Я, говорит, поклялся после войны сорок лет оружия в руки не брать. И не брал, сдержал клятву. А тебе, говорит, приходилось людей убивать?
Не приходилось – и слава Богу. И брось ты своего деда. Сын у тебя есть – воспитывай сына. Работа – работай. Жену люби. И в архивах копаться не стоит, один черт ничего не поймешь, только запутаешься.
Сына как зовут? Хорошее имя. Вот иди лучше домой, правду говорю, и поцелуй его от меня в макушечку. Запомнил? В самую макушечку, она у малышей сладко-сладко пахнет.
Я ему говорю, мол, я – писатель. Я не как внук интересуюсь, а материал собираю для книги. А он – ладно, ладно, иди.
…Пью и смотрю на проезжающие автомобили. Не послушался я старика…
Встаю, сворачиваю с дороги и иду по полю к одинокому дереву, которое выделяется в легкой темноте на фоне более светлого неба. Там, у корней, я присаживаюсь и делаю еще глоток.
Буду сидеть здесь. А потом они будут говорить – приезжали всякие русские и разбрасывали по полям пустые бутылки. Вот у себя дома же вы, наверное, не бросаете пустые бутылки, не плюетесь? – спросят.
Как же вам в гостях не стыдно? Разбрасываем, можно ответить, чтобы они заткнулись. Не нести же на пункт вторсырья. Сдавать бутылки – это просто уже последняя степень, до нее действительно стыдно опускаться, это уже яма, все. Это уже действительно – яма. Нырнул – и не выбраться. Ни дома уже не будет, ни семьи. Ничего.
Я встаю и собираю упавшие ветки. Запинаюсь на своих пакетах с сувенирами и на кучах камней (их, наверное, бельгийцы с полей сюда сносят), но набираю приличную охапочку. Этого хватит. Особенно я радуюсь, что стаканчик нашел, пока дрова собирал. Немного треснутый пластиковый стаканчик, ветром, поди, занесло. А может, и бросили тоже люди какие-нибудь.
На смятый билет с электрички кладу немного тонких веточек, но тут меня в сторону заваливает. Это ничего, поднимаюсь. Чиркаю зажигалкой, подкладываю ветки потолще, пальцы уже освещаются слабым пламенем. Запах у дыма немного незнакомый, что это за дерево?
Здоровое такое, мощное.
Разгорелся мой огонек, теперь можно. Закуриваю сначала, курю. Кучи камней скрывают мой костерок со стороны дороги и с боков, а впереди поля до неба, только еще вдалеке должна быть лесопосадка узенькая, ее уже не разглядеть. Я один, спокойно как-то стало, когда живой огонек заиграл. Блин, жалко, водки там не было, в этом супермаркете.

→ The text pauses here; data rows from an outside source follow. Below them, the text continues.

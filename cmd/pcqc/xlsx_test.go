package main

import (
	"bytes"
	"encoding/json"
	"os"
	"path/filepath"
	"reflect"
	"slices"
	"strings"
	"testing"
)

// The audit of a workbook equals the audit of the same data as CSV: every
// table byte for byte, and summary.json but for the input's provenance.
// testdata/xlsx/wine.xlsx was written by openpyxl 3.0.9 from
// testdata/datasets/wine.csv, cell for cell (testdata/xlsx/make.py).
func TestWorkbookAuditEqualsCSV(t *testing.T) {
	dir := t.TempDir()
	audit := func(data, out string, extra ...string) {
		args := append([]string{"run", data, "--out", out, "--group", "cultivar", "--format", "md", "--quiet",
			"--bootstrap", "20", "--permutations", "20"}, extra...)
		if status, _, stderr := runPCQC(t, args...); status != exitOK {
			t.Fatalf("%s: exit status %d (%s)", data, status, stderr)
		}
	}
	fromCSV, fromBook := filepath.Join(dir, "csv"), filepath.Join(dir, "xlsx")
	audit(filepath.Join("..", "..", "testdata", "datasets", "wine.csv"), fromCSV)
	audit(filepath.Join("..", "..", "testdata", "xlsx", "wine.xlsx"), fromBook, "--sheet", "1")
	compareTables(t, fromCSV, fromBook)

	a, b := summaryMap(t, fromCSV), summaryMap(t, fromBook)
	if in := b["input"].(map[string]any); in["sheet"] != "wine" {
		t.Errorf("summary.json input.sheet = %v, want wine", in["sheet"])
	}
	for _, s := range []map[string]any{a, b} {
		in := s["input"].(map[string]any)
		delete(in, "file")
		delete(in, "sha256")
		delete(in, "sheet")
		opts := s["options"].(map[string]any)
		delete(opts, "delim_used")
		delete(opts, "sheet")
	}
	if !reflect.DeepEqual(a, b) {
		ja, _ := json.Marshal(a)
		jb, _ := json.Marshal(b)
		t.Errorf("summary.json differs beyond the input's provenance:\n%s\n%s", ja, jb)
	}
	report, _ := os.ReadFile(filepath.Join(fromBook, "report.md"))
	for _, want := range []string{"- **Sheet:** wine", `wine.xlsx (sheet "wine", SHA-256`} {
		if !bytes.Contains(report, []byte(want)) {
			t.Errorf("report.md does not say %q", want)
		}
	}

	// apply scores the workbook as it scores the CSV.
	for _, data := range []string{"datasets/wine.csv", "xlsx/wine.xlsx"} {
		out := filepath.Join(dir, "apply-"+filepath.Ext(data)[1:])
		if status, _, stderr := runPCQC(t, "apply", fromCSV, filepath.Join("..", "..", "testdata", data), "--out", out, "--format", "none", "--quiet"); status > exitChecks {
			t.Fatalf("apply %s: exit status %d (%s)", data, status, stderr)
		}
	}
	compareTables(t, filepath.Join(dir, "apply-csv"), filepath.Join(dir, "apply-xlsx"))
}

// compareTables fails unless folders a and b hold the same .csv files with
// the same bytes.
func compareTables(t *testing.T, a, b string) {
	t.Helper()
	list := func(d string) []string {
		names, _ := filepath.Glob(filepath.Join(d, "*.csv"))
		for i, n := range names {
			names[i] = filepath.Base(n)
		}
		return names
	}
	na, nb := list(a), list(b)
	if len(na) == 0 || !slices.Equal(na, nb) {
		t.Fatalf("tables %v and %v", na, nb)
	}
	for _, n := range na {
		x, _ := os.ReadFile(filepath.Join(a, n))
		y, _ := os.ReadFile(filepath.Join(b, n))
		if !bytes.Equal(x, y) {
			t.Errorf("%s differs between %s and %s", n, filepath.Base(a), filepath.Base(b))
		}
	}
}

func summaryMap(t *testing.T, dir string) map[string]any {
	t.Helper()
	b, err := os.ReadFile(filepath.Join(dir, "summary.json"))
	if err != nil {
		t.Fatal(err)
	}
	var m map[string]any
	if err := json.Unmarshal(b, &m); err != nil {
		t.Fatal(err)
	}
	if _, ok := m["input"].(map[string]any); !ok || !strings.Contains(string(b), `"options"`) {
		t.Fatalf("summary.json of %s has no input or options", dir)
	}
	return m
}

Ну ладно. Плеснул в стаканчик совсем чуть-чуть, протер пальцем стенки, поболтал и выплеснул в сторону. Потом налил полстакана.

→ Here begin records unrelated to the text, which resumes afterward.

package main

import (
	"bytes"
	"fmt"
	"os"
	"path/filepath"
	"slices"
	"strings"
	"testing"
)

// TestBadInputs runs every case in testdata/bad. NAME.want holds optional
// directives, then fragments:
//
//	args: FLAGS        extra flags for pcqc run
//	exit: ok           the input is awkward but fine: the run must succeed
//	                   (fragments are then looked for in summary.json,
//	                   report.md and scores.csv); without it the run must fail with status 2,
//	                   a one-line error holding every fragment, and no output
//	                   folder
//	generate: NAME     the data file is built by the test (too large to keep)
//	apply: model       the file is an audit folder's model.json, applied to
//	                   usarrests.csv (instead of a data file for run)
//	apply: scores      the file is an audit folder's scores.csv, beside
//	                   usarrests-model.json as its model.json
//	apply: data        the file is new data, scored against
//	                   usarrests-model.json
//	review: ROLE       the file is review's --loadings, --scores or
//	                   --variance (ROLE) for usarrests.csv; --loadings is
//	                   usarrests-loadings.csv when ROLE is another
func TestBadInputs(t *testing.T) {
	wants, err := filepath.Glob("../../testdata/bad/*.want")
	if err != nil || len(wants) == 0 {
		t.Fatalf("no cases found: %v", err)
	}
	testdata, err := filepath.Abs(filepath.Join("..", "..", "testdata"))
	if err != nil {
		t.Fatal(err)
	}
	for _, want := range wants {
		name := strings.TrimSuffix(filepath.Base(want), ".want")
		t.Run(name, func(t *testing.T) {
			spec, err := os.ReadFile(want)
			if err != nil {
				t.Fatal(err)
			}
			var extra, fragments []string
			ok, generate, mode, role := false, "", "run", ""
			for _, line := range strings.Split(strings.TrimRight(string(spec), "\n"), "\n") {
				switch {
				case strings.HasPrefix(line, "args: "):
					extra = strings.Fields(strings.TrimPrefix(line, "args: "))
				case line == "exit: ok":
					ok = true
				case strings.HasPrefix(line, "generate: "):
					generate = strings.TrimPrefix(line, "generate: ")
				case strings.HasPrefix(line, "apply: "), strings.HasPrefix(line, "review: "):
					mode, role, _ = strings.Cut(line, ": ")
				default:
					fragments = append(fragments, line)
				}
			}
			dir := t.TempDir()
			var input string
			if generate != "" {
				input = generateBadInput(t, dir, generate)
			} else {
				data, _ := filepath.Glob(filepath.Join(filepath.Dir(want), name+".*"))
				for _, d := range data {
					if !strings.HasSuffix(d, ".want") {
						input = d
					}
				}
			}
			if input == "" {
				t.Fatalf("no data file for %s", name)
			}
			out := filepath.Join(dir, "out")
			// Run from the data file's folder so that messages name the file
			// as the user typed it.
			abs, _ := filepath.Abs(input)
			wd, _ := os.Getwd()
			os.Chdir(filepath.Dir(abs))
			defer os.Chdir(wd)
			var stdout, stderr bytes.Buffer
			args := append(caseArgs(t, testdata, mode, role, filepath.Base(abs), dir, out), extra...)
			if ok {
				if mode != "apply" {
					args = append(args, "--bootstrap", "20", "--permutations", "20")
				}
				args = append(args, "--fail-on", "never")
				if !slices.Contains(extra, "--format") {
					args = append(args, "--format", "none")
				}
			}
			status := mainWithArgs(args, &stdout, &stderr)
			msg := stderr.String()
			if ok {
				if status != exitOK {
					t.Fatalf("exit status %d, want success; stderr: %s", status, msg)
				}
				var all strings.Builder
				for _, f := range []string{"summary.json", "report.md", "scores.csv"} {
					b, _ := os.ReadFile(filepath.Join(out, f))
					all.Write(b)
				}
				for _, f := range fragments {
					if !strings.Contains(all.String(), f) {
						t.Errorf("no output (summary.json, report.md, scores.csv) contains %q", f)
					}
				}
				return
			}
			if status != exitUsage {
				t.Errorf("exit status %d, want %d; stderr: %s", status, exitUsage, msg)
			}
			if strings.Count(msg, "\n") != 1 || len(msg) > 2000 {
				t.Errorf("error is not one short line (%d bytes): %.300q", len(msg), msg)
			}
			for _, f := range fragments {
				if !strings.Contains(msg, f) {
					t.Errorf("error %q does not contain %q", msg, f)
				}
			}
			if _, err := os.Stat(out); !os.IsNotExist(err) {
				t.Errorf("output folder exists after a failed run")
			}
			if left, _ := filepath.Glob(filepath.Join(dir, ".out.pcqc-tmp-*")); len(left) > 0 {
				t.Errorf("temporary folders left behind: %v", left)
			}
		})
	}
}

// caseArgs returns the command line of a case run from the folder of its
// file: run on the file, apply of an audit folder (built in dir) holding it,
// or review with it in one of the roles. testdata is the absolute path of
// the repository's testdata folder.
func caseArgs(t *testing.T, testdata, mode, role, file, dir, out string) []string {
	t.Helper()
	bad := filepath.Join(testdata, "bad")
	data := filepath.Join(testdata, "datasets", "usarrests.csv")
	switch mode {
	case "run":
		return []string{"run", file, "--out", out}
	case "apply":
		audit := filepath.Join(dir, "audit")
		os.MkdirAll(audit, 0o755)
		copyTo := func(from, to string) {
			b, err := os.ReadFile(from)
			if err != nil {
				t.Fatal(err)
			}
			if err := os.WriteFile(filepath.Join(audit, to), b, 0o644); err != nil {
				t.Fatal(err)
			}
		}
		switch role {
		case "model":
			copyTo(file, "model.json")
		case "scores":
			copyTo(filepath.Join(bad, "usarrests-model.json"), "model.json")
			copyTo(file, "scores.csv")
		case "data":
			copyTo(filepath.Join(bad, "usarrests-model.json"), "model.json")
			return []string{"apply", audit, file, "--out", out}
		default:
			t.Fatalf("unknown apply role %q", role)
		}
		return []string{"apply", audit, data, "--out", out}
	case "review":
		args := []string{"review", data, "--out", out}
		if role != "loadings" {
			args = append(args, "--loadings", filepath.Join(bad, "usarrests-loadings.csv"))
		}
		if !slices.Contains([]string{"loadings", "scores", "variance"}, role) {
			t.Fatalf("unknown review role %q", role)
		}
		return append(args, "--"+role, file)
	}
	t.Fatalf("unknown mode %q", mode)
	return nil
}

// generateBadInput builds the inputs too large to keep in the repository.
func generateBadInput(t *testing.T, dir, kind string) string {
	t.Helper()
	switch kind {
	case "long-line":
		// 100 ordinary rows, then one line of 20 MB in a numeric column.
		var b strings.Builder
		b.WriteString("id,a,b\n")
		for i := 1; i <= 101; i++ {
			b.WriteString("s" + strings.Repeat("1", 1) + ",1.5,2.5\n")
		}
		b.WriteString("big," + strings.Repeat("x", 20_000_000) + ",1\n")
		return writeFile(t, dir, "long-line.csv", b.String())
	case "unmatched-loadings":
		// The loadings of usarrests, then 200,000 rows naming no variable.
		b, err := os.ReadFile(filepath.Join("..", "..", "testdata", "bad", "usarrests-loadings.csv"))
		if err != nil {
			t.Fatal(err)
		}
		var s strings.Builder
		s.Write(b)
		for i := 0; i < 200_000; i++ {
			fmt.Fprintf(&s, "other%d,0.1,0.2\n", i)
		}
		return writeFile(t, dir, "unmatched-loadings.csv", s.String())
	}
	t.Fatalf("unknown generated input %q", kind)
	return ""
}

Наклонив, чуть тряхнул над огнем, виски мягко зашипело на угольках.
Сначала слова не лезли, а потом получилось.
– Здравствуй, дед Андрей, это я, твой внук Илья, пришел.

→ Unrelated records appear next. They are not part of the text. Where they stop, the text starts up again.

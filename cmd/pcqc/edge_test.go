package main

import (
	"encoding/json"
	"fmt"
	"math"
	"math/rand/v2"
	"os"
	"path/filepath"
	"regexp"
	"strings"
	"testing"
)

// edgeTable writes n rows of f(i, j) for p variables.
func edgeTable(t *testing.T, dir, name string, n, p int, f func(i, j int) float64) string {
	t.Helper()
	var b strings.Builder
	b.WriteString("id")
	for j := 0; j < p; j++ {
		fmt.Fprintf(&b, ",x%d", j+1)
	}
	b.WriteString("\n")
	for i := 0; i < n; i++ {
		fmt.Fprintf(&b, "s%d", i+1)
		for j := 0; j < p; j++ {
			fmt.Fprintf(&b, ",%s", strconvG(f(i, j)))
		}
		b.WriteString("\n")
	}
	return writeFile(t, dir, name, b.String())
}

func strconvG(x float64) string { return fmt.Sprintf("%.17g", x) }

var notFinite = regexp.MustCompile(`(?i)\b(nan|[+-]?inf(inity)?)\b`)

// Numerical edge cases give a correct result or a clear error, and never a
// NaN or infinity in any output.
func TestNumericalEdgeCases(t *testing.T) {
	rng := rand.New(rand.NewPCG(11, 12))
	noise := make([][]float64, 200)
	for i := range noise {
		noise[i] = make([]float64, 6)
		for j := range noise[i] {
			noise[i][j] = rng.NormFloat64()
		}
	}
	cases := []struct {
		name string
		n, p int
		f    func(i, j int) float64
		args []string
		fail string // the expected error, when the case must be refused
	}{
		{"collinear", 200, 5, func(i, j int) float64 {
			if j == 4 {
				return noise[i][0] + noise[i][1] // an exact sum of two others
			}
			return noise[i][j]
		}, nil, ""},
		{"rank one", 120, 6, func(i, j int) float64 { return float64(j+1) * noise[i][0] }, nil, ""},
		{"three samples", 3, 4, func(i, j int) float64 { return noise[i][j] + float64(i*j) }, nil, ""},
		{"huge values", 150, 5, func(i, j int) float64 { return 1e150 * (3 + noise[i][j]) }, nil, ""},
		{"tiny values", 150, 5, func(i, j int) float64 { return 1e-150 * (3 + noise[i][j]) }, nil, ""},
		{"huge values unscaled", 150, 5, func(i, j int) float64 { return 1e150 * (3 + noise[i][j]) }, []string{"--scale", "none"}, "leave the range of double precision"},
		{"near the largest double, Pareto", 30, 5, func(i, j int) float64 { return 1e306 * (3 + noise[i][j]) }, []string{"--scale", "pareto"}, "leave the range of double precision"},
		{"sums beyond the largest double", 150, 5, func(i, j int) float64 { return 1e308 * (1 + 0.1*noise[i][j]) }, nil, "overflow double precision when the column's mean"},
		{"one huge outlier", 200, 5, func(i, j int) float64 {
			if i == 17 && j == 2 {
				return 1e12
			}
			return noise[i][j]
		}, nil, ""},
		{"all rows identical but one", 100, 4, func(i, j int) float64 {
			if i == 42 {
				return float64(j) + 2
			}
			return float64(j)
		}, nil, ""},
		{"more variables than samples", 12, 60, func(i, j int) float64 { return noise[(i*7+j)%200][j%6] }, nil, ""},
	}
	for _, c := range cases {
		t.Run(c.name, func(t *testing.T) {
			dir := t.TempDir()
			data := edgeTable(t, dir, "data.csv", c.n, c.p, c.f)
			out := filepath.Join(dir, "out")
			args := append([]string{"run", data, "--out", out, "--bootstrap", "30", "--permutations", "30", "--format", "html"}, c.args...)
			status, _, stderr := runPCQC(t, args...)
			if c.fail != "" {
				if status != exitUsage || !strings.Contains(stderr, c.fail) {
					t.Errorf("status %d, stderr %q; want a clear error %q", status, stderr, c.fail)
				}
				return
			}
			if status != exitOK && status != exitChecks {
				t.Fatalf("status %d: %s", status, stderr)
			}
			var summary map[string]any
			b, _ := os.ReadFile(filepath.Join(out, "summary.json"))
			if err := json.Unmarshal(b, &summary); err != nil {
				t.Fatalf("summary.json: %v", err)
			}
			for _, name := range []string{"summary.json", "report.html", "variance.csv", "loadings.csv", "scores.csv", "samples.csv"} {
				content, err := os.ReadFile(filepath.Join(out, name))
				if err != nil {
					t.Fatalf("%s: %v", name, err)
				}
				// Sample and variable names here hold no such words.
				if m := notFinite.Find(content); m != nil {
					t.Errorf("%s contains %q", name, m)
				}
			}
			for _, e := range summary["components"].(map[string]any)["eigenvalues"].([]any) {
				if v := e.(float64); v < 0 || math.IsNaN(v) {
					t.Errorf("eigenvalue %v", v)
				}
			}
		})
	}
}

Подбросил еще пару веточек, посмотрел, как оседают в огне угольки.
Коленям стало жарко.
– Что мне с тобой, дед Андрей, делать? И выбросить жалко, и не люблю тебя. Себя тоже не люблю.
Я потом еще долго там сидел, разговаривал. Потом немного поплакал. А потом задремал там, у корней, и никто до утра меня не трогал.